Task prompt ▸
Determine which lines of the records include the word "centred", and copy them.

──────── Recorded data

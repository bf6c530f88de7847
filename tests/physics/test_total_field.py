"""Total-field worst switching at any count: the zonotope's vertices with degenerate generators
(every run fore and aft, collinear fields), against brute force over every switching."""

import itertools
import math

import numpy as np
import pytest

from conftest import write_plan
from deviation.analysis import analyse
from deviation.electronic import electronic_report
from deviation.physics.total_field import (
    all_switchings,
    error_over_switchings,
    heading_error_peak_to_peak,
    inclination_over_switchings,
    inclination_range_deg,
    total_field_error_range,
    vertex_switchings,
)
from deviation.reader import read_plan

H_T, Z_T = 20e-6, 45e-6          # a mid-latitude site (round figures, no source needed)
F_T = math.hypot(H_T, Z_T)
MU0 = 4e-7 * math.pi             # vacuum permeability, pre-2019 exact value


def fore_and_aft_fields(n, rng, scale=3e-7):
    """n circuits' fields with no forward part: what runs laid fore and aft make (their
    Biot-Savart field is perpendicular to the run)."""
    v = rng.normal(size=(n, 3)) * scale
    v[:, 0] = 0.0
    return v


def hull_vertices(points):
    """Vertices of the convex hull of ``points`` (M, 3), in whatever dimension they span
    (scipy's Qhull on the affine span; the two ends for a segment)."""
    spatial = pytest.importorskip("scipy.spatial")
    centred = points - points.mean(axis=0)
    _, s, vt = np.linalg.svd(centred, full_matrices=False)
    rank = int(np.sum(s > 1e-9 * s[0])) if s[0] > 0 else 0
    coords = centred @ vt[:rank].T
    if rank == 0:
        return points[:1]
    if rank == 1:
        return points[[np.argmin(coords[:, 0]), np.argmax(coords[:, 0])]]
    return points[spatial.ConvexHull(coords).vertices]


def assert_every_hull_vertex_listed(vectors, reversing):
    every = all_switchings(reversing) @ vectors
    listed = vertex_switchings(vectors, reversing) @ vectors
    scale = np.abs(vectors).sum()
    for vertex in hull_vertices(every):
        assert np.min(np.linalg.norm(listed - vertex, axis=1)) <= 1e-12 * scale


# Vertex enumeration ---------------------------------------------------------------------------

def test_every_vertex_of_a_fore_and_aft_zonotope_is_listed():
    # Oracle: Qhull's hull of every switching's field (2^13 points, in the plane of the fields).
    rng = np.random.default_rng(17)
    vectors = fore_and_aft_fields(13, rng)
    assert_every_hull_vertex_listed(vectors, np.zeros(13, dtype=bool))
    assert_every_hull_vertex_listed(vectors[:9], rng.random(9) < 0.4)


def test_every_vertex_with_collinear_parallel_and_zero_generators_is_listed():
    rng = np.random.default_rng(5)
    line = rng.normal(size=3)
    # All on one line, both senses, some reversing: the segment's two ends.
    collinear = np.outer(rng.normal(size=8), line) * 1e-7
    assert_every_hull_vertex_listed(collinear, rng.random(8) < 0.4)
    assert len(vertex_switchings(collinear, np.zeros(8, dtype=bool))) == 2
    # Mixed: a coplanar group, parallel and antiparallel pairs, a zero vector, general ones.
    mixed = rng.normal(size=(11, 3)) * 1e-7
    mixed[:5, 0] = 0.0
    mixed[5], mixed[7], mixed[9] = 2.5 * mixed[6], -mixed[8], 0.0
    assert_every_hull_vertex_listed(mixed, rng.random(11) < 0.3)


def test_general_position_gives_the_region_count_of_the_arrangement():
    # m planes through the origin in general position cut space into m(m - 1) + 2 regions
    # (Zaslavsky 1975, from memory; m = 3 gives the 8 octants), one vertex each.
    rng = np.random.default_rng(1)
    for m in (1, 2, 3, 7, 12):
        assert len(vertex_switchings(rng.normal(size=(m, 3)), np.zeros(m, dtype=bool))) \
            == m * (m - 1) + 2
    # Coplanar, m lines in the plane: a zonogon of 2m vertices.
    assert len(vertex_switchings(fore_and_aft_fields(13, rng), np.zeros(13, dtype=bool))) == 26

────────────────

Solved exercise ▸
    centred = points - points.mean(axis=0)
    _, s, vt = np.linalg.svd(centred, full_matrices=False)
    coords = centred @ vt[:rank].T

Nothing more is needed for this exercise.